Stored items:
def test_parquet_infinite_outcome_and_nested_column(tmp_path):
    import pyarrow as pa
    import pyarrow.parquet as pq

    pq.write_table(pa.table({"dose": ["1", "2", "9"], "site": ["north"] * 3, "y": [1.0, float("inf"), float("inf")]}),
                   tmp_path / "d.parquet")
    mem = _message(tmp_path, "d.parquet", "in-memory")
    assert "row 2" in mem and _message(tmp_path, "d.parquet", "out-of-core") == mem
    pq.write_table(pa.table({"dose": ["1"], "site": ["north"], "y": pa.array([[1.0]])}), tmp_path / "d.parquet")
    mem = _message(tmp_path, "d.parquet", "in-memory")
    duck = _message(tmp_path, "d.parquet", "out-of-core")
    for msg in (mem, duck):
        assert "column 'y' (the outcome named in the plan) has the Parquet type" in msg and "plain values" in msg


def test_not_utf8_and_bad_parquet(tmp_path):
    (tmp_path / "d.csv").write_bytes(b"dose,site,y\n1,north,1\n2,south,\xff2\n")
    msg = _message(tmp_path, "d.csv", "out-of-core")
    assert "line 3" in msg and "is not UTF-8 text" in msg
    (tmp_path / "d.parquet").write_bytes(b"not parquet at all")
    assert "is not a readable Parquet file" in _message(tmp_path, "d.parquet", "out-of-core")


# ---------------------------------------------------------------------------------------------
# The reader choice and the number rule


def test_reader_key_and_automatic_switch(tmp_path, monkeypatch):
    (tmp_path / "d.csv").write_text("dose,site,y\n1,north,1\n2,south,2\n", encoding="utf-8")
    with pytest.raises(PlanError, match=r'data.reader.*must be one of "automatic", "in-memory", "out-of-core"'):
        load_plan(write_plan(tmp_path, "d.csv", "duck"))
    plan = load_plan(write_plan(tmp_path, "d.csv", "automatic"))
    assert plan.data.reader == "automatic" and load_data(plan).reader == "in-memory"
    monkeypatch.setattr(D, "OUT_OF_CORE_BYTES", 10)
    assert load_data(plan).reader == "out-of-core"
    assert load_data(load_plan(write_plan(tmp_path, "d.csv", "in-memory"))).reader == "in-memory"


def test_whitespace_list_is_python_strip():
    assert set(duck_outcome._WS) == {chr(c) for c in range(0x110000) if chr(c).isspace()}


def test_number_rule_in_sql_equals_the_plain_decimal_rule(tmp_path):
    """Random texts over digits, signs, points, exponents, underscores and blanks: the SQL
    status equals the Python rule (regular expression plus float64 range)."""
    import duckdb

    plan = load_plan(write_plan(tmp_path, "d.csv", "out-of-core"))
    rnd = random.Random(5)
    alphabet = "0123456789.eE+-_ \t\u00a0\u2212xnfia\uff11"
    texts = sorted({"".join(rnd.choice(alphabet) for _ in range(rnd.randint(0, 8))) for _ in range(30000)})
    texts += ["NA", " nan ", "-NaN", "None", "1e400", "-1e-400", "1e-310", "0e-999", "1e00001", "1_000", "+-1",
              "\u22121.5", "1" * 100, "1" * 101, "0." + "0" * 98, "infinity", "0x1p3", "1.5f", "1d5"]
    fast, t, status, value = duck_outcome._status_sql("y", plan)
    con = duckdb.connect()
    con.execute("CREATE TABLE s (i INTEGER, y VARCHAR)")
    con.executemany("INSERT INTO s VALUES (?, ?)", [[i, x] for i, x in enumerate(texts)])
    got = con.execute(
        f"SELECT i, {status}, {value} FROM (SELECT *, {t} AS t FROM (SELECT *, {fast} AS fast FROM s)) ORDER BY i"
    ).fetchall()
    for (i, st, val), x in zip(got, texts):
        want = duck_outcome._clean_number(x, plan)
        assert (st == 0) == (want is not None), x
        if want is not None:
            assert float(val) == float(want), x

== Task description ==
Extract from the data every line where "want" shows up.

== Answer box ==
        want = duck_outcome._clean_number(x, plan)
        assert (st == 0) == (want is not None), x
        if want is not None:
            assert float(val) == float(want), x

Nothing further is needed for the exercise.